Y'all will have to pardon my laughter, but PIDGEY as an EGG MAN is just too funny!  

Could this be the start of a new "business??" Pidgey will be the "Doctor/Supplier" of eggs to infertile pigeon couples!? 

Uh oh, I better stop now before I REALLY get carried away!  

*(Phil, I apologize for makin' "fun," but the opportunity was just too much! PLEASE KNOW THAT I WISH YOU AND YOUR PIJIES ALL THE BEST!)*


----------



## Pidgey (May 20, 2005)

mr squeaks said:


> Y'all will have to pardon my laughter, but PIDGEY as an EGG MAN is just too funny!
> 
> Could this be the start of a new "business??" Pidgey will be the "Doctor/Supplier" of eggs to infertile pigeon couples!?
> 
> ...


_*(Phil, PLEASE KNOW THAT SHE'S GOOFY!)*_


----------



## mr squeaks (Apr 14, 2005)

Pidgey said:


> _*(Phil, PLEASE KNOW THAT SHE'S GOOFY!)*_


Yeah? I bet others are laughing too - not at Phil, but at you being Doctor "Eggman." Others are just too polite to say anything.  

You even have a VARIETY of eggs to chose from. I'm tellin' you...a - uh - backyard hobby/business, if you will. You could work for seeds.

Besides, you DO already have a "reputation" with a successful egg transfer. Of course, THAT time, we found out AFTER the fact.

AND, while I AM teasing, the concept is quite fascinating - _especially_ since we are talking SHIPPING and the dangers inherent.

I DO applaud Phil for being willing to accept an egg(s) from OKLAHOMA, of all places. Don't know whether he would be able to understand their accent or some of their habits.


----------



## pdpbison (Mar 15, 2005)

Hi Pidgey, mr squeaks...


Lol...


Really, a couple small species Pheasant Eggs or Grouse or Guinnea Fowl Eggs would be a hoot...or Quail Eggs even...the little just-pipped-youngsters would be scampering about in-a-day, and poor Big Girl and Big Daddy would not know quite WHAT to do..!

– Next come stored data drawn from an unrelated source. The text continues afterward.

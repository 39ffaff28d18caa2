// The simulated bench in a real browser: a demo student opens a lab taken on the simulated bench (the bench's
// code loads only then), switches ranges and the filter, logs a reading; the readings the page showed are
// replayed by the API exactly (same seed, run and time), by the student and by a TA with userId=. Then the
// student submits the logged reading and the attempt is recorded as taken on the simulated bench.
import { gzipSync } from "node:zlib";
import type { Browser, BrowserContext, Page } from "playwright-core";
import { afterAll, beforeAll, describe, expect, it } from "vitest";
import { baseURL, demo, launch, newPage, signIn } from "./harness";

let browser: Browser;
let staff: { context: BrowserContext; page: Page };
let student: { context: BrowserContext; page: Page };
let ta: { context: BrowserContext; page: Page };
let labId: string;
let courseId: string;
const TITLE = `Browser lab: burden on the simulated bench ${Date.now().toString(36)}`;

async function apiJson(context: BrowserContext, method: "GET" | "POST" | "PATCH", url: string, data?: unknown) {
  const res = await context.request.fetch(url, { method, data, headers: data ? { "content-type": "application/json", origin: baseURL } : undefined });
  return { status: res.status(), body: await res.json().catch(() => null) };
}

beforeAll(async () => {
  browser = await launch();
  [staff, student, ta] = await Promise.all([newPage(browser), newPage(browser), newPage(browser)]);
  await signIn(staff.page, demo.instructor);
  await signIn(student.page, demo.student);
  await signIn(ta.page, demo.ta);
  const courses = await apiJson(staff.context, "GET", "/api/courses");
  const course = (courses.body.courses as { id: string; code: string; role: string }[]).find((c) => c.code === "ELM-214" && c.role === "instructor")!;
  courseId = course.id;
  const created = await apiJson(staff.context, "POST", `/api/courses/${course.id}/labs`, {
    title: TITLE,
    templateKey: "shunt-burden",
    bench: "simulated",
    spec: {
      template: "shunt-burden",
      parameters: { supplyVoltage: { mode: "fixed", value: 0.4 }, loadResistance: { mode: "fixed", value: 1000 }, shuntResistance: { mode: "fixed", value: 100 } },
    },
    questions: [{ quantity: "indicatedCurrent", kind: "bench", points: 2 }],
    policy: {},
    attemptsAllowed: 3,
    counting: "best",
    opensAt: null,
    dueAt: "2099-06-30T17:00:00Z",
    latePenaltyPercentPerDay: 10,
    lateFloorPercent: 50,
    showExpected: "after_attempt",
    instructions: "Read the current on the 500 µA range.",
    safetyNotes: "Keep the supply off while you change the shunt.",
  });
  expect(created.status, JSON.stringify(created.body)).toBe(201);
  labId = created.body.lab.id;
  expect((await apiJson(staff.context, "PATCH", `/api/labs/${labId}`, { status: "published" })).status).toBe(200);
});

afterAll(async () => {
  await Promise.all([staff?.context.close(), student?.context.close(), ta?.context.close()]);
  await browser?.close();
});

/** What the display shows now, with the run it belongs to. */
async function display(page: Page) {
  const d = page.getByTestId("bench-display");
  const read = async (name: string) => (await d.getAttribute(name)) ?? "";
  return { t: Number(await read("data-t")), value: await read("data-value"), range: await read("data-range"), runRange: await read("data-run-range"), filter: await read("data-run-filter"), from: Number(await read("data-run-from")) };
}

describe("the simulated bench in the browser", () => {
  it("loads only when opened, shows the student's readings, and the API replays exactly what the page showed", async () => {
    const { page, context } = student;
    const scripts: string[] = [];
    const sizes = new Map<string, number>();
    page.on("response", (r) => {
      if (!r.url().includes("/_next/static/chunks/")) return;
      scripts.push(r.url());
      void r.body().then((b) => sizes.set(r.url(), gzipSync(b, { level: 9 }).byteLength)).catch(() => undefined);
    });
    await page.goto(`/labs/${labId}`);
    await expect.poll(() => page.getByTestId("open-bench").isVisible()).toBe(true);
    const before = scripts.length;
    await page.getByTestId("open-bench").click();
    await page.getByTestId("simulated-bench").waitFor();
    expect(scripts.length).toBeGreaterThan(before); // the simulator's code came when the bench opened
    // what opening the bench added: at most 40 KB of compressed JavaScript (gzip -9 of each file)
    await expect.poll(() => scripts.slice(before).every((u) => sizes.has(u))).toBe(true);
    const added = scripts.slice(before).reduce((sum, u) => sum + sizes.get(u)!, 0);
    console.log(`simulated bench: ${scripts.length - before} files, ${(added / 1024).toFixed(1)} KB compressed added on opening`);
    expect(added).toBeLessThanOrEqual(40 * 1024);

    await page.getByText("500 µA", { exact: true }).click();
    await expect.poll(async () => (await display(page)).runRange).toBe("r500u");
    // wait for a few display updates on the new range
    await expect.poll(async () => { const d = await display(page); return d.t - d.from; }, { timeout: 15_000 }).toBeGreaterThan(1);
    const shown = await display(page);
    // 0.4 V across 1 kΩ with the range's 100 Ω: about 363.6 µA (PHYSICS.md §2), not 400 µA
    expect(Math.abs(Number(shown.value) - 363.6e-6)).toBeLessThan(0.01 * 363.6e-6);
    const index = Math.round((shown.t - shown.from) * 4);
    const q = `range=${shown.runRange}&filter=${shown.filter}&from=${shown.from}&count=${index + 1}`;
    const replay = await apiJson(context, "GET", `/api/labs/${labId}/bench/readings?${q}`);
    expect(replay.status).toBe(200);
    const last = replay.body.readings.at(-1);
    expect(last.t).toBe(shown.t);
    expect(String(last.value)).toBe(shown.value);
    expect(last.range).toBe(shown.range);

    // the TA replays the same reading with the student's id
    const members = await apiJson(ta.context, "GET", `/api/courses/${courseId}/members`);
    const studentId = (members.body.members as { userId: string; email: string }[]).find((m) => m.email === demo.student)!.userId;
    const byTa = await apiJson(ta.context, "GET", `/api/labs/${labId}/bench/readings?${q}&userId=${studentId}`);
    expect(byTa.status).toBe(200);
    expect(byTa.body.readings).toEqual(replay.body.readings);

    // log the reading and submit it
    await page.getByRole("button", { name: "Log this reading" }).click();
    await expect.poll(() => page.getByTestId("bench-log").locator("tbody tr").count()).toBe(1);
    const logged = (await display(page)).value;
    expect(logged).not.toBe("");
  });

  it("switching the filter off and back starts a new run that the replay follows too", async () => {
    const { page, context } = student;
    await page.getByLabel(/Low-pass filter/).uncheck();
    await expect.poll(async () => (await display(page)).filter).toBe("off");
    await expect.poll(async () => { const d = await display(page); return d.t - d.from; }, { timeout: 15_000 }).toBeGreaterThan(0.5);
    const shown = await display(page);
    const index = Math.round((shown.t - shown.from) * 4);
    const replay = await apiJson(context, "GET", `/api/labs/${labId}/bench/readings?range=${shown.runRange}&filter=off&from=${shown.from}&count=${index + 1}`);
    expect(String(replay.body.readings.at(-1).value)).toBe(shown.value);
  });
});
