// In a real browser: a student who forgot their password asks for a link, finds it in the development
// mailbox (as the site admin), chooses a new password (which signs out the session open elsewhere) and
// signs in with it; turns graded e-mails off on the settings page; the admin's outbox page shows the
// day's counts. The student is made here, so the demo logins keep their password.
import path from "node:path";
import { hash } from "@node-rs/argon2";
import type { Browser } from "playwright-core";
import { afterAll, beforeAll, describe, expect, it } from "vitest";
import { e2eDb } from "../support/db";
import { demo, launch, newPage, signIn } from "./harness";

let browser: Browser;
const email = `forgetful.${Date.now().toString(36)}@test.example`;
const OLD = "old bench password 1";
const NEW = "new bench password 2";
const shots = path.join(import.meta.dirname, "..", ".artifacts");

beforeAll(async () => {
  browser = await launch();
  const db = e2eDb();
  try {
    await db.insertInto("users").values({ email, name: "Noor Forgetwell", password_hash: await hash(OLD) }).execute();
  } finally {
    await db.destroy();
  }
});

afterAll(async () => {
  await browser?.close();
});

describe("password reset and settings in the browser", () => {
  it("forgot password: the link from the mailbox sets a new password and signs out the other session", async () => {
    const elsewhere = await newPage(browser);
    await signIn(elsewhere.page, email, OLD);

    const { page } = await newPage(browser);
    await page.goto("/signin");
    await page.getByRole("link", { name: "Forgot your password?" }).click();
    // the form registers its fields when it hydrates (the button is enabled then): type after that
    const send = page.getByRole("button", { name: "Send me a link" });
    await expect.poll(() => send.isEnabled()).toBe(true);
    await page.getByLabel("E-mail").fill(email);
    await send.click();
    await expect.poll(() => page.getByRole("status").textContent()).toContain("If an account uses that address");

    const admin = await newPage(browser);
    await signIn(admin.page, demo.admin);
    const message = admin.page.getByTestId("mail-message").filter({ hasText: "Choose a new Shuntwise password" });
    await expect
      .poll(
        async () => {
          await admin.page.goto(`/dev/mailbox?to=${encodeURIComponent(email)}`);
          return message.count();
        },
        { timeout: 40_000, interval: 1000 },
      )
      .toBe(1);
    const href = await message.frameLocator("iframe").getByRole("link", { name: "Choose a password" }).getAttribute("href");
    expect(href).toMatch(/\/reset-password\//);

    await page.goto(href!);
    await page.getByLabel("New password", { exact: true }).fill(NEW);
    await page.getByLabel("New password again").fill(NEW);
    await page.getByRole("button", { name: "Save the new password" }).click();
    await expect.poll(() => page.getByRole("status").textContent()).toContain("Your new password is set");
    await page.screenshot({ path: path.join(shots, "reset-done.png") });

    // the session opened before the reset is gone: the home page sends it to sign in
    await elsewhere.page.goto("/");
    await elsewhere.page.waitForURL(/\/signin/, { timeout: 20_000 });
    // the link works once
    await page.goto(href!);
    expect(await page.getByRole("heading", { level: 1 }).textContent()).toBe("This link no longer works");

    await signIn(page, email, NEW);
    await page.goto("/settings");
    const box = page.getByRole("checkbox", { name: /E-mail me when an attempt is graded/ });
    expect(await box.isChecked()).toBe(true);
    await box.uncheck();
    await expect.poll(() => page.getByText("Graded-attempt e-mails are off.").count()).toBe(1);
    await page.reload();
    expect(await page.getByRole("checkbox", { name: /E-mail me when an attempt is graded/ }).isChecked()).toBe(false);
    await page.screenshot({ path: path.join(shots, "settings.png"), fullPage: true });

    await admin.page.goto("/admin/outbox");
    expect(await admin.page.getByRole("table", { name: "Messages per day" }).getByText(new Date().toISOString().slice(0, 10)).count()).toBe(1);
    await admin.page.screenshot({ path: path.join(shots, "outbox.png"), fullPage: true });
  }, 180_000); // five sign-ins, each hashing a password on a busy machine
});
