// A course of a thousand students: the gradebook renders a window of rows, not all of them, and scrolling
// to the bottom brings the last student's row into view while the page keeps answering (the search box
// still filters). Timing of the same scroll is in bench/gradebook.ts (`--browser`), not here.
import { hash } from "@node-rs/argon2";
import { sql } from "kysely";
import type { Browser } from "playwright-core";
import { afterAll, beforeAll, describe, expect, it } from "vitest";
import { e2eDb, uniqueEmail } from "../support/db";
import { launch, newPage, signIn } from "./harness";

const STUDENTS = 1000;
const PASSWORD = "fixture-password-1";
let browser: Browser;
let courseId: string;
let instructor: string;
let tag: string;

beforeAll(async () => {
  const db = e2eDb();
  try {
    tag = Math.random().toString(36).slice(2, 8);
    const course = await db
      .insertInto("courses")
      .values({ code: `S-${tag}`, title: `Scroll course ${tag}`, term: "T", institution: "Fixture college", join_code: `JS-${tag}` })
      .returning("id")
      .executeTakeFirstOrThrow();
    courseId = course.id;
    instructor = uniqueEmail("scroll-instructor");
    const u = await db.insertInto("users").values({ email: instructor, name: "Scroll Instructor", password_hash: await hash(PASSWORD) }).returning("id").executeTakeFirstOrThrow();
    await db.insertInto("memberships").values({ course_id: courseId, user_id: u.id, role: "instructor" }).execute();
    // students "Scroll student 0001" … "1000" (the table lists them by name), sections S1 to S4
    await sql`
      with u as (
        insert into users (email, name)
        select 'scroll-' || ${tag} || '-' || g || '@test.example', 'Scroll student ' || lpad(g::text, 4, '0') from generate_series(1, ${STUDENTS}) g
        returning id, name
      )
      insert into memberships (course_id, user_id, role, section)
      select ${courseId}, u.id, 'student', 'S' || (right(u.name, 4)::int % 4 + 1) from u`.execute(db);
    await sql`
      insert into labs (course_id, title, template_key, status, spec, questions, policy, counting, due_at)
      select ${courseId}, 'Scroll lab ' || g, 'shunt-burden', 'published', '{"template":"shunt-burden","parameters":{}}'::jsonb,
        '[{"id":"q1","quantity":"indicatedCurrent","kind":"prediction","points":10}]'::jsonb, '{}'::jsonb, 'best', now() - g * interval '1 day'
      from generate_series(1, 3) g`.execute(db);
    await sql`
      insert into attempts (lab_id, user_id, number, idempotency_key, readings, measured, result, raw_score, max_score, score, grader_version, lab_version)
      select l.id, m.user_id, 1, 'scroll-1', '{}'::jsonb, '{}'::jsonb, '{"results":[{"id":"q1","verdict":"correct"}]}'::jsonb, 10, 10, 10, 'test', 1
      from labs l join memberships m on m.course_id = l.course_id and m.role = 'student'
      where l.course_id = ${courseId}`.execute(db);
  } finally {
    await db.destroy();
  }
  browser = await launch();
});

afterAll(async () => {
  await browser?.close();
});

describe("the gradebook of a thousand students", () => {
  it("scrolls to the last student's row, rendering only a window of rows, and still answers the search box", async () => {
    const { context, page } = await newPage(browser);
    await signIn(page, instructor, PASSWORD);
    await page.goto(`/courses/${courseId}/gradebook`, { waitUntil: "domcontentloaded", timeout: 120_000 });
    const count = page.getByTestId("student-count");
    await expect.poll(() => count.textContent(), { timeout: 60_000 }).toBe(`${STUDENTS} of ${STUDENTS} students`);
    const scroller = page.getByTestId("gradebook-scroller");
    const rows = scroller.locator("tbody tr[data-student]");
    const first = page.getByRole("link", { name: "Scroll student 0001", exact: true });
    await first.waitFor();

    // virtualised: far fewer rows in the page than students
    const rendered = await rows.count();
    expect(rendered).toBeGreaterThan(0);
    expect(rendered).toBeLessThan(STUDENTS / 4);

    // scroll with the mouse wheel over the table until it reaches the bottom
    await scroller.hover();
    const atBottom = () => scroller.evaluate((el) => el.scrollTop + el.clientHeight >= el.scrollHeight - 2);
    for (let i = 0; i < 200 && !(await atBottom()); i++) await page.mouse.wheel(0, 2500);
    expect(await atBottom()).toBe(true);

    const last = page.getByRole("link", { name: `Scroll student ${STUDENTS}`, exact: true });
    await last.waitFor({ state: "visible" });
    // the last row lies inside the scroller's visible box (not hidden under its edge)
    await expect
      .poll(async () => {
        const [box, row] = await Promise.all([scroller.boundingBox(), last.boundingBox()]);
        return Boolean(box && row && row.y >= box.y && row.y + row.height <= box.y + box.height + 1);
      })
      .toBe(true);
    expect(await first.count()).toBe(0); // the first rows left the page
    expect(await rows.count()).toBeLessThan(STUDENTS / 4);

    // still responsive: the search box filters the thousand rows down to one
    await page.getByLabel("Search by name or e-mail").fill("Scroll student 0500");
    await expect.poll(() => count.textContent()).toBe(`1 of ${STUDENTS} students`);
    await page.getByRole("link", { name: "Scroll student 0500", exact: true }).waitFor({ state: "visible" });
    await context.close();
  });
});
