describe("§9 GUM uncertainty", () => {
  it("9a bounds 7…10 (a = 1.5), rectangular: u = 0.8660", () => {
    // [PUB: Eurachem/CITAC "Quantifying Uncertainty in Analytical Measurement", App. E.1 example (0.87)]
    // a reading of 8.5 V bounded by ±1.5 V (one count of 1.5 V) across an exact 1 Ω shunt
    const v = unc({ reading: 8.5, readingAccuracyPercent: 0, readingCounts: 1, countSize: 1.5, shuntResistance: 1, shuntTolerancePercent: 0, coverageFactor: 2 });
    near(v.combinedStandardUncertainty, 0.8660);
  });
  const p9b = { reading: 1.0, readingAccuracyPercent: 0.5, readingCounts: 2, countSize: 1e-3, shuntResistance: 10, shuntTolerancePercent: 1, coverageFactor: 2 };
  it("9b 1.000 V ±(0.5 % + 2 counts of 1 mV), 10.00 Ω ±1 %: I 100.0 mA, u_c,r 0.7047 %, u_c 0.7047 mA, U 1.409 mA", () => {
    // [FORMULA: GUM 4.3.7, 5.1.6, 6.2]
    const b = uncertaintyBudget(p9b);
    near(b.readingBound, 7.0e-3);
    near(b.readingStandard, 4.041e-3);
    near(100 * b.relReading, 0.4041);
    near(100 * b.relShunt, 0.5774);
    const v = unc(p9b);
    near(v.current, 100.0e-3);
    near(v.relativeStandardUncertaintyPercent, 0.7047);
    near(v.combinedStandardUncertainty, 0.7047e-3);
    near(v.expandedUncertainty, 1.409e-3);
  });
  it("9c 9b plus a separate resolution term δ/(2√3): u(V) 4.052 mV, u_c,r 0.7053 %, U 1.411 mA", () => {
    // [FORMULA]
    const b = uncertaintyBudget(p9b, { resolutionTerm: true });
    near(b.readingStandard, 4.052e-3);
    near(100 * b.relCombined, 0.7053);
    near(b.expanded, 1.411e-3);
  });
  it("9d 50.0 mV ±(0.5 % + 2 × 0.1 mV), 0.100 Ω ±1 %: a_V 0.4500 mV, u_r(V) 0.5196 %, I 500.0 mA, u_c,r 0.7767 %, U 7.767 mA", () => {
    // [FORMULA]
    const p = { reading: 50e-3, readingAccuracyPercent: 0.5, readingCounts: 2, countSize: 0.1e-3, shuntResistance: 0.1, shuntTolerancePercent: 1, coverageFactor: 2 };
    const b = uncertaintyBudget(p);
    near(b.readingBound, 0.45e-3);
    near(100 * b.relReading, 0.5196);
    const v = unc(p);
    near(v.current, 500.0e-3);
    near(v.relativeStandardUncertaintyPercent, 0.7767);
    near(v.expandedUncertainty, 7.767e-3);
  });
  it("9e wrong method (linear sum of bounds) for 9b: 1.700 %, and the grader names it", () => {
    // [FORMULA]
    const cands = templates.uncertainty.mistakes(p9b, "expandedUncertainty");
    const linear = cands.filter((c) => c.key === "linear-sum").map((c) => c.value as number);
    expect(linear.some((x) => Math.abs(x / 1.7e-3 - 1) < 5e-4)).toBe(true);
  });
});
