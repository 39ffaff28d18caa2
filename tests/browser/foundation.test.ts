import type { Browser } from "playwright-core";
import { afterAll, beforeAll, describe, expect, it } from "vitest";
import { demo, launch, newPage, signIn } from "./harness";

let browser: Browser;
beforeAll(async () => {
  browser = await launch();
});
afterAll(async () => {
  await browser?.close();
});

describe("signing in", () => {
  it("a demo student signs in and sees their course with their role", async () => {
    const { context, page } = await newPage(browser);
    await signIn(page, demo.student);
    await page.getByRole("heading", { name: "My courses" }).waitFor();
    const course = page.getByRole("link", { name: "Measuring Small Currents" });
    await course.click();
    await page.waitForURL(/\/courses\/[0-9a-f-]{36}$/);
    expect(await page.getByRole("heading", { level: 1 }).textContent()).toBe("Measuring Small Currents");
    expect(await page.getByText("You are in this course as: Student.").count()).toBe(1);
    await context.close();
  });

  it("a demo student opening the roster is refused (403) inside the app's header, with the way back to the course", async () => {
    const { context, page } = await newPage(browser);
    await signIn(page, demo.student);
    await page.getByRole("link", { name: "Measuring Small Currents" }).click();
    await page.waitForURL(/\/courses\/[0-9a-f-]{36}$/);
    const courseUrl = page.url();
    expect(await page.getByRole("link", { name: "Roster" }).count()).toBe(0);
    const res = await page.goto(courseUrl + "/roster");
    expect(res?.status()).toBe(403);
    const refusal = page.getByRole("alert").filter({ hasText: "Not available to you" });
    expect(await refusal.textContent()).toContain("Only the course staff can see this.");
    expect(await refusal.textContent()).toContain("ask the course's instructor");
    expect(await page.getByRole("table").count()).toBe(0);
    // the header stays: the person can still reach their settings and sign out
    await page.getByRole("banner").getByRole("link", { name: "Settings", exact: true }).waitFor();
    await refusal.getByRole("link", { name: "Back to the course", exact: true }).click();
    await page.waitForURL(courseUrl);
    await page.getByText("You are in this course as: Student.").waitFor();
    await context.close();
  });

  it("a TA sees the roster of about forty students", async () => {
    const { context, page } = await newPage(browser);
    await signIn(page, demo.ta);
    await page.getByRole("link", { name: "Measuring Small Currents" }).click();
    await page.getByRole("link", { name: "Roster" }).click();
    await page.waitForURL(/\/roster$/);
    const rows = await page.locator("tbody tr").count();
    expect(rows).toBeGreaterThanOrEqual(40);
    await context.close();
  });

  it("a wrong password shows the error message and stays on the sign-in page", async () => {
    const { context, page } = await newPage(browser);
    await page.goto("/signin");
    await page.getByLabel("E-mail").fill(demo.student);
    await page.getByLabel("Password").fill("not the password");
    await page.getByRole("button", { name: "Sign in" }).click();
    const alert = page.getByRole("alert").filter({ hasText: "do not match" });
    await alert.waitFor();
    expect(await alert.textContent()).toContain("That e-mail and password do not match an account.");
    expect(new URL(page.url()).pathname).toBe("/signin");
    await context.close();
  });

  it("an anonymous visitor is sent to the sign-in page", async () => {
    const { context, page } = await newPage(browser);
    await page.goto("/");
    expect(new URL(page.url()).pathname).toBe("/signin");
    await context.close();
  });

  it("a new student signs up with the join code and lands in the course", async () => {
    const { context, page } = await newPage(browser);
    await page.goto("/signup");
    await page.getByLabel("Your name").fill("Wren Calder");
    await page.getByLabel("E-mail").fill(`wren.${Date.now()}@test.example`);
    await page.getByLabel("Password").fill("a long enough password");
    await page.getByLabel("Course join code").fill("LARK-000");
    await page.getByRole("button", { name: "Create account and join" }).click();
    await page.getByText("That join code does not match any course.").first().waitFor();
    await page.getByLabel("Course join code").fill("lark-214");
    await page.getByRole("button", { name: "Create account and join" }).click();
    await page.waitForURL(/\/courses\/[0-9a-f-]{36}$/);
    expect(await page.getByText("You are in this course as: Student.").count()).toBe(1);
    await context.close();
  });
});
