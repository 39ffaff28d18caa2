// In a real browser: the content security policy lets the app's own scripts run (sign-in, a lesson's
// check question, the settings page) with no violation reported, and `?next=` never leaves the site.
import type { Browser, ConsoleMessage, Page } from "playwright-core";
import { afterAll, beforeAll, describe, expect, it } from "vitest";
import { baseURL, demo, launch, newPage } from "./harness";

let browser: Browser;
beforeAll(async () => {
  browser = await launch();
});
afterAll(async () => {
  await browser?.close();
});

function watchViolations(page: Page): string[] {
  const seen: string[] = [];
  page.on("console", (m: ConsoleMessage) => {
    if (/Content Security Policy|Refused to (execute|load|apply|connect)/i.test(m.text())) seen.push(m.text());
  });
  page.on("pageerror", (e) => seen.push(`page error: ${e.message}`));
  return seen;
}

describe("content security policy in the browser", () => {
  it("sign-in with ?next=/\\evil.example lands on the site's home page, and nothing is refused on the way", async () => {
    const { context, page } = await newPage(browser);
    const violations = watchViolations(page);
    try {
      await page.goto("/signin?next=/%5Cevil.example");
      await page.getByLabel("E-mail").fill(demo.student);
      await page.getByLabel("Password").fill(demo.password);
      await page.getByRole("button", { name: "Sign in" }).click();
      await page.waitForURL((url) => !url.pathname.startsWith("/signin"), { timeout: 20_000 });
      const url = new URL(page.url());
      expect(url.origin).toBe(new URL(baseURL).origin);
      expect(url.pathname).toBe("/");
      await page.getByRole("heading", { name: "My courses" }).waitFor();

      // a lesson's check question runs a server action from a hydrated client component
      await page.goto("/lessons/burden-voltage");
      const q = page.locator('[data-question="burden-low-rail"]');
      await q.getByLabel(/Your answer/).fill("16.36 mA"); // DOMAIN §2 2c [FORMULA]
      await q.getByRole("button", { name: "Check" }).click();
      await q.getByText("Correct.").waitFor({ timeout: 15_000 });

      await page.goto("/settings");
      await page.getByRole("heading", { name: "Settings" }).waitFor();
      expect(violations).toEqual([]);
    } finally {
      await context.close();
    }
  });
});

But...I would not do that to them, so...

As far as what kind of breed of Eggs...I'd say calculated to do well in the urban wild would be best, since these Babys, while of course being raised in here by their parents, would be destined to socialize with the wild-feral others in pre-release free roam here...and for the youngsters as they are growing up to also be socialized to the outside grazing others, to join them later 'as' wild/feral Pigeons in their own right...so...

If you feel that half-Homers would make it allright as wild-feral Birds, then I am all for it, or, as you think best.


Best wishes!

Phil

Getting his Pink and Blue Band Cigars lined up...
in Las Vegas...


----------



## Pidgey (May 20, 2005)

mr squeaks said:


> *1)*Yeah? I bet others are laughing too - not at Phil, but at you being Doctor "Eggman." Others are just too polite to say anything.
> 
> You even have a VARIETY of eggs to chose from. I'm tellin' you...a - uh - backyard hobby/business, if you will. You could work for seeds.
> 
> ...


*1)*Phil asked, nobody else stepped up to the plate so I'm just trying to help the man's "reproductively-challenged" pigeons--nothing to laugh about. Since I do have some experience with this, it just makes sense.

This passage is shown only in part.